Ebola outbreak in DRC and Uganda is spreading across borders as response teams face access gaps
WHO says the Bundibugyo virus outbreak in DRC and Uganda is evolving rapidly, with 134 confirmed cases, 18 confirmed deaths and continuing cross-border transmission.

Ebola outbreak in DRC and Uganda is spreading across borders as response teams face access gaps
Last updated May 30, 2026
- Very-high-risk language signals that outbreak control and humanitarian access are now globally relevant operational issues.
- Public-health transmission chain.
- The agency says the event is evolving rapidly, with increasing case numbers, geographic spread and ongoing cross-border transmission.
Still unclear: What local readers are seeing from the ground
The Bundibugyo virus outbreak in the Democratic Republic of the Congo and Uganda has reached 134 confirmed cases and 18 confirmed deaths across both countries, according to a WHO Disease Outbreak News update. The agency says the event is evolving rapidly, with increasing case numbers, geographic spread and ongoing cross-border transmission.
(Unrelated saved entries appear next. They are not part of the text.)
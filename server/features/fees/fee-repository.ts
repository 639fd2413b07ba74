import type { Eye } from '#domain/eye';
import type { FeeAgreement, FeeTerms } from '#domain/fees/index';
import type { Minor } from '#domain/money/index';
import type { ClinicDate } from '#domain/time/index';
import { type Db, rawRows, readMinor, type Trx } from '#server/platform/db';

/** Every version a surgeon agreed to, oldest first. */
export async function agreementsOf(trx: Db | Trx, surgeonUserId: number): Promise<FeeAgreement[]> {
  const rows = await rawRows<{
    fee_agreement_id: number;
    version_no: number;
    effective_on: ClinicDate;
    terms: string;
  }>(
    trx,
    'SELECT fee_agreement_id, version_no, effective_on, terms FROM fee_agreements WHERE surgeon_user_id = ? ORDER BY version_no',
    [surgeonUserId],
  );
  return rows.map((row) => ({
    feeAgreementId: row.fee_agreement_id,
    versionNo: row.version_no,
    effectiveOn: row.effective_on,
    terms: JSON.parse(row.terms) as FeeTerms,
  }));
}

/** Eyes and fees a surgeon accrued in a span of days, both ends included. */
export async function accruedBetween(
  trx: Trx,
  surgeonUserId: number,
  from: ClinicDate,
  to: ClinicDate,
): Promise<{ eyes: number; amountMinor: Minor }> {
  const [row] = await rawRows<{ eyes: number; total: unknown }>(
    trx,
    `SELECT COUNT(*) AS eyes, SUM(amount_minor) AS total FROM fee_lines
     WHERE surgeon_user_id = ? AND kind = 'accrual' AND earned_on BETWEEN ? AND ?`,
    [surgeonUserId, from, to],
  );
  return { eyes: row?.eyes ?? 0, amountMinor: readMinor(row?.total) };
}

/** A done eye whose fee has not accrued. */
export interface UnpaidEye {
  readonly courseId: number;
  readonly eye: Eye;
  readonly siteId: number;
  readonly surgeonUserId: number;
  readonly procedureCode: string;
  readonly procedureLabel: string;
  readonly doneOn: ClinicDate;
}

/** Done eyes without an accrual, of a course or of a surgeon in a span of days. */
export async function eyesWithoutFee(
  trx: Db | Trx,
  where:
    | { readonly courseId: number }
    | { readonly surgeonUserId: number; readonly from: ClinicDate; readonly to: ClinicDate },
): Promise<UnpaidEye[]> {
  const [sql, bindings] =
    'courseId' in where
      ? ['e.course_id = ?', [where.courseId]]
      : ['e.done_by_user_id = ? AND e.done_on BETWEEN ? AND ?', [where.surgeonUserId, where.from, where.to]];
  const rows = await rawRows<{
    course_id: number;
    eye: Eye;
    site_id: number;
    done_by_user_id: number;
    procedure_code: string;
    procedure_label: string;
    done_on: ClinicDate;
  }>(
    trx,
    `SELECT e.course_id, e.eye, c.site_id, e.done_by_user_id, COALESCE(e.done_procedure_code, e.procedure_code) AS procedure_code,
            e.procedure_label, e.done_on
     FROM course_eyes e JOIN courses c ON c.course_id = e.course_id
     LEFT JOIN fee_lines f ON f.accrual_course_id = e.course_id AND f.eye = e.eye
     WHERE e.state = 'done' AND f.fee_line_id IS NULL AND ${sql} ORDER BY e.done_on, e.course_id, e.eye`,
    bindings,
  );
  return rows.map((row) => ({
    courseId: row.course_id,
    eye: row.eye,
    siteId: row.site_id,
    surgeonUserId: row.done_by_user_id,
    procedureCode: row.procedure_code,
    procedureLabel: row.procedure_label,
    doneOn: row.done_on,
  }));
}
The outbreak is concentrated in DRC’s Ituri, North Kivu and South Kivu provinces, WHO reported. Uganda has recorded nine confirmed cases, with at least three linked to travel from DRC, according to the European Centre for Disease Prevention and Control. WHO also reported one confirmed case involving a person from the United States who had treated patients in DRC and is receiving care in Germany.
The case picture is still changing. WHO reported 906 suspected cases and 223 deaths among suspected cases in DRC as of 27 May. ECDC said DRC authorities later revised some suspected figures by removing non-cases and reclassifying some cases as confirmed. As of 29 May, ECDC cited DRC’s health ministry reporting 125 confirmed cases, including 17 deaths, and 906 suspected cases, including 223 deaths.
The Guardian reported that WHO placed the death rate for confirmed Ebola cases in DRC between 30% and 50%. Anaïs Legand, from WHO’s high threat pathogens team, said the estimate meant up to five out of 10 people were likely to die. WHO also said a patient recovered and was discharged from a DRC health centre on 27 May after two negative tests, the first confirmed recovery in the outbreak.
WHO Director General Tedros Adhanom Ghebreyesus arrived in Kinshasa to support containment efforts, The Guardian reported. He was due to travel to the centre of the outbreak in north-eastern Ituri province, though the trip was delayed by a day. Tedros called for a ceasefire among armed groups to help prevent deaths from a disease he said could be stopped.
The response problem is not only medical. WHO says contact tracing and follow-up are being complicated by insecurity, inadequate isolation, care and referral systems. Those are the systems that determine whether suspected cases are found quickly, whether patients can be moved safely, whether health workers can protect themselves and whether communities receive clear guidance before transmission widens.
National authorities, WHO and partners are deploying rapid response teams, delivering medical supplies, strengthening surveillance and laboratory confirmation, improving infection prevention and control, setting up safe treatment centres and working on community engagement, according to WHO. Those measures depend on access to affected areas and enough public-health capacity to keep pace with new cases.
The Standard reported that WHO had declared the outbreak a Public Health Emergency of International Concern and that Hong Kong activated an Emergency Response Level under its Ebola preparedness plan. The supplied WHO excerpt confirms a rapidly evolving cross-border outbreak and response measures, but it does not itself include the PHEIC declaration language, so that claim should be treated as reported by The Standard rather than independently confirmed by the WHO excerpt provided here.
Risk is being assessed differently by location. ECDC said the likelihood of infection for people living in the EU/EEA remains very low, while continuing to monitor the situation. That does not reduce the operational pressure in affected parts of DRC and Uganda, where confirmed and suspected cases, insecurity and weak referral systems are already shaping the outbreak response.
The cleanest implication is that Ebola control now depends as much on access and public-health logistics as on formal alerts. The outbreak can only be contained if tracing, isolation, treatment, supply delivery and community trust move faster than cross-border transmission.